[quote="Kaetzchen"]
Also auf deutsch gesagt: sich der Gefühle des anderen sicher sind.
Oder anders - in den Augen des Affärenmannes "fordert" die Affäre von ihm den ultimativen Liebesbeweis - die Trennung, verbunden mit gewaltigen Änderungen seines Lebens, mit Drama, Krisen und allem, was dranhängt. Womöglich sogar noch, dass er seine Kinder bzw. das Familienleben "opfert". Und wofür? Was hat denn die Affärenfrau dagegenzusetzen? Sie opfert ja in seinen Augen wiederum gar nichts, sie wartet doch "bloß". Da stehen sich halt zwei gegenüber, der eine sagt: Wenn du mich liebst, trennst du dich.
Und der andere sagt: Wenn du mich liebst, wartest du auf mich und setzt mich nicht unter Druck.
Tja - und nun?! Wer ist denn im "Recht" mit seiner Forderung, wenn es tatsächlich um Liebe geht und nicht um Macht?

Denn wenn es Liebe wäre, wären auch beide irgendwie im Recht. Liebe erfordert ja nicht zwingend auch eine Beziehung. Er könnte also von ihr durchaus erwarten, dass sie sich mit dem "bisschen" Liebe zufriedengibt, das er ihr schenkt. Wenn sie ihn wirklich lieben würde.
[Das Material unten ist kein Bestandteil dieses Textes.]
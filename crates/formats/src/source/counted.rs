//! A source that counts what is taken from it.

use std::{
    io::{self, Read},
    sync::{
        Arc,
        atomic::{AtomicU64, Ordering},
    },
};

/// Passes on what it reads.
#[derive(Debug)]
pub(super) struct Counted<R> {
    source: R,
    taken: Taken,
}

/// How much it was so far.
#[derive(Debug, Clone, Default)]
pub(super) struct Taken(Arc<AtomicU64>);

impl Taken {
    pub(super) fn bytes(&self) -> u64 {
        self.0.load(Ordering::Relaxed)
    }
}

impl<R> Counted<R> {
    pub(super) fn new(source: R) -> (Self, Taken) {
        let taken = Taken::default();
        let counted = Self {
            source,
            taken: taken.clone(),
        };
        (counted, taken)
    }
}

impl<R: Read> Read for Counted<R> {
    fn read(&mut self, buffer: &mut [u8]) -> io::Result<usize> {
        let read = self.source.read(buffer)?;
        self.taken.0.fetch_add(read as u64, Ordering::Relaxed);
        Ok(read)
    }
}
Also irgendwie eine Pattsituation ...
[quote]
Interessanterweise.. war das der Grund weshalb ich meinen AM verstehe, dass er sich mit der Entscheidung schwertut.. er gibt sein Leben auf.. Familie alles was noch dranhängt (PS bd haben keine Kinder.. wenn Kinder im Spiel wären, würde ich mich nie drauf einlassen) dennoch verbindet man ja viel mit seinem Ehepartner.. an gemeinsamen Erlebnissen Erfahrungen.. alles was man bisher geteilt hat.. und lässt sich auf etwas unbekanntes ein.. so einfach wirft man das bisherige Leben nun mal nicht weg
insofern kann ich schon verstehen, dass er noch Zeit brauchte, als ich mir bereits sicher war mit ihm.. eine Beziehung führen zu wollen..
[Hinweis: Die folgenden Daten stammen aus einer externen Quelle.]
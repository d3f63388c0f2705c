//! Keys: short, collision-resistant names of certificates.

use std::fmt;

use sha2::{Digest, Sha256};

/// The version of everything a key depends on: perception, certificate layout and hash. Changing any
/// of them changes this number; committed golden keys watch over it.
pub const KEY_VERSION: u8 = 1;

/// A 128-bit key: the first half of a SHA-256 digest (FIPS 180-4) of the key version and a canonical
/// certificate.
///
/// Written as the version, a hyphen and 32 hexadecimal digits.
#[derive(Debug, Clone, Copy, Default, PartialEq, Eq, PartialOrd, Ord, Hash)]
pub struct Key([u8; 16]);

impl Key {
    /// The key of a sequence of words. `domain` keeps keys of different kinds apart.
    pub(crate) fn of<'a>(domain: u8, parts: impl Iterator<Item = &'a [u64]>) -> Self {
        let mut hash = Sha256::new();
        hash.update([KEY_VERSION, domain]);
        let mut bytes = Vec::new();
        for part in parts {
            bytes.clear();
            bytes.extend((part.len() as u64).to_le_bytes());
            bytes.extend(part.iter().flat_map(|word| word.to_le_bytes()));
            hash.update(&bytes);
        }
        let digest = hash.finalize();
        let mut key = [0; 16];
        key.copy_from_slice(&digest[..16]);
        Self(key)
    }

    /// The 16 bytes.
    pub fn bytes(&self) -> [u8; 16] {
        self.0
    }
}

impl fmt::Display for Key {
    fn fmt(&self, out: &mut fmt::Formatter<'_>) -> fmt::Result {
        write!(out, "{KEY_VERSION}-")?;
        self.0.iter().try_for_each(|byte| write!(out, "{byte:02x}"))
    }
}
ich bin Single, ich gebe nichts wirklich auf,, auch nicht meine Freiheit

ich möchte nicht mehr ohne ihn sein.. und abends mit ihm einschlafen und morgens neben ihm aufwachen
zum Kippen bringen das Ganze dann Versprechungen/Zukunftsbeteuerungen des AM, die nicht gehalten werden

mit Recht haben und Forderungen stellen, hat es also wenig zu tun und auch nicht mit Macht.. nur mit falsch gemachten Hoffnungen, die nicht erfüllt werden.. und selbst da hatte ich Verständnis, dass er sich doch noch zu unsicher ist..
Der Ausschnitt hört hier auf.